Only lines containing the word "STOP" are needed; pull them out of the material.

Data in this exercise section start

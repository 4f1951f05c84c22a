"""``filmoptic explore``: a self-contained HTML page with sliders for a stack's free thicknesses."""

from __future__ import annotations

import click

from filmoptic.cli._common import (
    FiniteFloatRange,
    ambient_option,
    emit_json,
    extrapolate_option,
    json_option,
    late_progress,
    print_table,
    user_errors,
)
from filmoptic.cli.color import LOW_LIGHT_CAUTION, LOW_LIGHT_LIMIT, caution_if_dark, illuminant_option, observer_option

__all__ = ["explore"]

_PAGE_SUFFIXES = (".html", ".htm")


def _ranges(texts, count):
    """One (low, high) per free thickness from repeated --range START:STOP, or None."""
    from filmoptic.errors import FilmopticError
    from filmoptic.units import parse_range_nm

    if not texts:
        return None
    if len(texts) != count:
        raise FilmopticError(f"--range: give it once per free thickness ({count}), in the stack's order; "
                             f"got {len(texts)}")
    return [parse_range_nm(text, what="--range")[:2] for text in texts]


def _page_caution(grids):
    """The eye caution for the foot of the page, when some setting lets little light through."""
    import numpy as np

    if "transmitted" not in grids.views:
        return None
    T = np.asarray(grids.luminous["T"])
    passing = T[T > 1e-6]
    if passing.size and passing.min() < LOW_LIGHT_LIMIT:
        return "Caution: " + LOW_LIGHT_CAUTION.format(t=f"{100 * passing.min():.2f}")
    return None


def _check_page_path(path):
    from pathlib import Path

    from filmoptic.cli._common import check_output_path
    from filmoptic.errors import FilmopticError

    path = check_output_path(path, "--out file")
    if Path(path).suffix.lower() not in _PAGE_SUFFIXES:
        raise FilmopticError(f"--out {path} must end in .html (the page is one HTML file)")
    return path


@click.command()
@click.argument("stack")
@click.option("--out", "out_path", required=True, metavar="FILE.html",
              help="The page to write: one HTML file with everything inside it.")
@click.option("--open", "open_page", is_flag=True, help="Open the page in the default browser when written.")
@click.option("--range", "range_texts", multiple=True, metavar="START:STOP",
              help="Thicknesses a slider covers, nm; once per free thickness, in the stack's order "
                   "(default: the stack's LOW..HIGH, else 0–100 nm for a metal and 0–500 nm otherwise).")
@click.option("--step", "step_text", metavar="LENGTH",
              help="Thickness step of the sliders (e.g. 0.5nm; default 0.5 nm, coarser when the page would "
                   "pass --max-mb).")
@click.option("--angles", "angles_text", metavar="ANGLES",
              help="Angles of the angle slider: START:STOP:STEP or a comma list, degrees (default 0:70:5 "
                   "for one free thickness, 0:70:10 for two).")
@click.option("--max-mb", type=FiniteFloatRange(0.2, 20.0), default=4.0, show_default=True,
              help="Largest page, in megabytes.")
@illuminant_option
@observer_option
@ambient_option
@extrapolate_option
@json_option
def explore(stack, out_path, open_page, range_texts, step_text, angles_text, max_mb, illuminant, observer,
            ambient, extrapolate, as_json):
    """Write a page to play with STACK in a browser: sliders for its free thicknesses and the angle.

    STACK has one or two free layer thicknesses, written '?' or LOW..HIGH:

    \b
        filmoptic explore "TiO2 0..250nm / Ti" --out oxide.html --open
        filmoptic explore "Ti ? / glass 4mm" --out mirror.html
        filmoptic explore "SiO2 20..200nm / Cr ? / glass 4mm" --out two.html --angles 0:60:15

    As a slider moves, the page shows the colour of the film side (the coated face), of the
    glass side (the part turned over; only for a substrate with a thickness) and through the
    part (drawn as the part on a lit light box; none when the substrate absorbs all the light
    that enters it), each with its plain name, CIELAB L*, a*, b* and sRGB code; the luminous
    values Tv and Rv (ISO 9050) and the light absorbed in the film and in the substrate; and the
    film side's R, T and A from 380 to 780 nm.

    Every value is computed here, with the same functions as 'filmoptic color', on a grid
    (0.5 nm steps where the page stays under --max-mb; angles every 5°), and stored in the page;
    the browser only looks them up, so a value read at a grid point is the one 'filmoptic color'
    gives there. The page is one file that needs no network and no server: it opens from a USB
    stick or as an e-mail attachment.

    With --json: out, bytes, stack, sliders (name, label, low_nm, high_nm, step_nm, count),
    angles_deg, points, views, curve_wavelength_nm, illuminant, observer, ambient and
    transmission.

    Colours on screen depend on the screen; compare real parts under the light you work in.
    """
    from filmoptic.colorimetry import check_illuminant, check_observer
    from filmoptic.explore import explore_grids, write_explore_page
    from filmoptic.stack import parse_stack
    from filmoptic.units import parse_angles_deg, parse_length_nm

    with user_errors():
        path = _check_page_path(out_path)
        check_observer(observer)
        check_illuminant(illuminant)
        step = None if step_text is None else parse_length_nm(step_text, "--step", allow_zero=False)
        angles = None if angles_text is None else parse_angles_deg(angles_text)
        parsed = parse_stack(stack, ambient=ambient)
        ranges = _ranges(range_texts, len(parsed.parameters))
        with late_progress("computing the page") as report:
            grids = explore_grids(parsed, step_nm=step, angles_deg=angles, ranges_nm=ranges,
                                  illuminant=illuminant, observer=observer, extrapolate=extrapolate,
                                  max_mb=max_mb, progress=report)
        size = write_explore_page(path, grids, caution=_page_caution(grids))

    sliders = [{"name": f.name, "label": f.label, "low_nm": float(f.values_nm[0]), "high_nm": float(f.values_nm[-1]),
                "step_nm": f.step_nm, "count": int(f.values_nm.size)} for f in grids.free]
    if as_json:
        emit_json({
            "out": str(path), "bytes": size, "stack": grids.stack, "sliders": sliders,
            "angles_deg": grids.angle_deg, "points": grids.points,
            "views": [grids.view_names[k] for k in grids.views], "curve_wavelength_nm": grids.curve_wavelength_nm,
            "illuminant": grids.illuminant, "observer": grids.observer, "ambient": grids.ambient,
            "transmission": grids.transmission,
        })
    else:
        rows = [[f"{s['label']} thickness", f"{s['low_nm']:g}", f"{s['high_nm']:g}", f"{s['step_nm']:g}",
                 str(s["count"]), "nm"] for s in sliders]
        a = grids.angle_deg
        rows.append(["viewing angle", f"{a[0]:g}", f"{a[-1]:g}", f"{a[1] - a[0]:g}" if a.size > 1 else "–",
                     str(a.size), "°"])
        print_table(["slider", "from", "to", "step", "values", "unit"], rows,
                    title=f"Explore page of {grids.stack!r} — {grids.illuminant} light, {grids.observer}° observer, "
                          f"in {grids.ambient}")
        views = ", ".join(grids.view_names[k] for k in grids.views)
        click.echo(f"views: {views}" + ("" if "transmitted" in grids.views else " (nothing comes through)"))
        click.echo(f"Page written to {path} ({size / 1e6:.2f} MB, {grids.points} grid points): open it in any "
                   "browser; it needs no network.")
    if "transmitted" in grids.views:
        caution_if_dark(grids.luminous["T"])
    if open_page:
        import webbrowser
        from pathlib import Path

        webbrowser.open(Path(path).resolve().as_uri())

Data in this exercise section end

> **Solution to this task**:
    """One (low, high) per free thickness from repeated --range START:STOP, or None."""
@click.option("--range", "range_texts", multiple=True, metavar="START:STOP",
              help="Angles of the angle slider: START:STOP:STEP or a comma list, degrees (default 0:70:5 "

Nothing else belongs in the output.